WHAT YOU HAVE TO DO »
Give the number of lines in the records that include the word "encode", and nothing besides.

*** Opening of DATA SHOWN ***

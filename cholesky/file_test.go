package cholesky

import (
	"bytes"
	"context"
	"encoding/binary"
	"fmt"
	"hash/crc32"
	"io"
	"math"
	"math/rand/v2"
	"os"
	"path/filepath"
	"reflect"
	"runtime"
	"slices"
	"strings"
	"testing"

	"gonum.org/v1/gonum/mat"

	"github.com/kchol/kchol/kernels"
	"github.com/kchol/kchol/ordering"
)

// filePoints returns n points uniform in [0, 1)ᵈ from a fixed seed.
func filePoints(n, d int) []float64 {
	rng := rand.New(rand.NewPCG(1, 1))
	x := make([]float64, n*d)
	for i := range x {
		x[i] = rng.Float64()
	}
	return x
}

func fileFactor(t testing.TB, n, d int, k kernels.Kernel, s *Settings) *Factor {
	t.Helper()
	f, err := New(context.Background(), filePoints(n, d), d, k, s)
	if err != nil {
		t.Fatal(err)
	}
	return f
}

func encode(t testing.TB, f *Factor) []byte {
	t.Helper()
	var buf bytes.Buffer
	n, err := f.WriteTo(&buf)
	if err != nil {
		t.Fatal(err)
	}
	if n != int64(buf.Len()) {
		t.Fatalf("WriteTo returned %d bytes, wrote %d", n, buf.Len())
	}
	return buf.Bytes()
}

// layout gives the byte offsets of a file's sections, computed from the table in the doc
// comment of WriteTo, independently of file.go's reader.
type layout struct {
	n, d, nnz, scales                                         int
	points, order, lengthScale, colStart, rows, values, check int
}

func layoutOf(b []byte) layout {
	le := binary.LittleEndian
	l := layout{d: int(le.Uint32(b[12:])), n: int(le.Uint64(b[16:])), nnz: int(le.Uint64(b[24:]))}
	l.scales = 1
	if b[49] == 1 {
		l.scales = l.d
	}
	l.points = 72 + 8*l.scales
	l.order = l.points + 8*l.n*l.d
	l.lengthScale = l.order + 4*l.n
	l.colStart = l.lengthScale + 8*l.n
	l.rows = l.colStart + 8*(l.n+1)
	l.values = l.rows + 4*l.nnz
	l.check = l.values + 8*l.nnz
	return l
}

// resum recomputes the trailing CRC-32C of a file whose length matches its header.
func resum(b []byte) {
	n := len(b) - 4
	binary.LittleEndian.PutUint32(b[n:], crc32.Checksum(b[:n], crc32.MakeTable(crc32.Castagnoli)))
}

// allValues returns a copy of f's values, column after column.
func allValues(f *Factor) []float64 {
	all := make([]float64, 0, f.NNZ())
	for j := range f.n {
		_, vals := f.col(j)
		all = append(all, vals...)
	}
	return all
}

func sameBits(a, b []float64) bool {
	if len(a) != len(b) {
		return false
	}
	for i := range a {
		if math.Float64bits(a[i]) != math.Float64bits(b[i]) {
			return false
		}
	}
	return true
}

// normalised is the kernel as the file stores it: Dimension set to d.
func normalised(k kernels.Stationary) kernels.Stationary {
	k.Dimension = k.Dim()
	if k.LengthScales != nil {
		k.LengthScale = 0
	}
	return k
}

func TestFileRoundTrip(t *testing.T) {
	// Property: Read(WriteTo(f)) has every field bitwise equal to f, so every operation gives
	// the same bits, and writing the read factor again gives the same bytes.
	type tc struct {
		n, d     int
		kernel   kernels.Stationary
		settings Settings
		jittered int
	}
	var cases []tc
	for _, n := range []int{1, 2, 3, 65, 300} {
		for _, d := range []int{1, 2, 3} {
			cases = append(cases,
				tc{n, d, kernels.Stationary{Family: kernels.Matern12, Dimension: d, LengthScale: 0.3}, Settings{}, 0},
				tc{n, d, kernels.Stationary{Family: kernels.Matern32, Dimension: d, Variance: 2.5, LengthScale: 0.2, Nugget: 1e-3}, Settings{Rho: 3}, 0},
				tc{n, d, kernels.Stationary{Family: kernels.Matern52, LengthScales: slices.Repeat([]float64{0.25}, d)[:d]}, Settings{Neighbors: 5}, 2 % (n + 1)},
				tc{n, d, kernels.Stationary{Family: kernels.Gaussian, Dimension: d, LengthScale: 0.1, Nugget: 1e-6}, Settings{Rho: math.Inf(1)}, 0},
			)
		}
	}
	for _, c := range cases {
		c.kernel.LengthScales = slices.Clone(c.kernel.LengthScales)
		for i := range c.kernel.LengthScales {
			c.kernel.LengthScales[i] *= 1 + float64(i)/3 // distinct per-dimension scales
		}
		name := fmt.Sprintf("n=%d/d=%d/%v/scales=%d/rho=%g/m=%d/jittered=%d", c.n, c.d, c.kernel.Family, len(c.kernel.LengthScales), c.settings.Rho, c.settings.Neighbors, c.jittered)
		t.Run(name, func(t *testing.T) {
			f := fileFactor(t, c.n, c.d, c.kernel, &c.settings)
			f.jittered = c.jittered // exercise the field; New rarely needs jitter
			b := encode(t, f)
			// Size from the doc comment: 84 + 8·s + 8·N·d + 20·N + 12·nnz.
			scales := 1
			if c.kernel.LengthScales != nil {
				scales = c.d
			}
			if want := 84 + 8*scales + 8*c.n*c.d + 20*c.n + 12*f.NNZ(); len(b) != want {
				t.Fatalf("file is %d bytes, the documented size is %d", len(b), want)
			}
			g, err := Read(bytes.NewReader(b))
			if err != nil {
				t.Fatal(err)
			}
			checkSameFactor(t, f, g)
			if again := encode(t, g); !bytes.Equal(again, b) {
				t.Fatal("writing the read factor gives different bytes")
			}
		})
	}
}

*** Close of DATA SHOWN ***

RESPONSE BOX »
3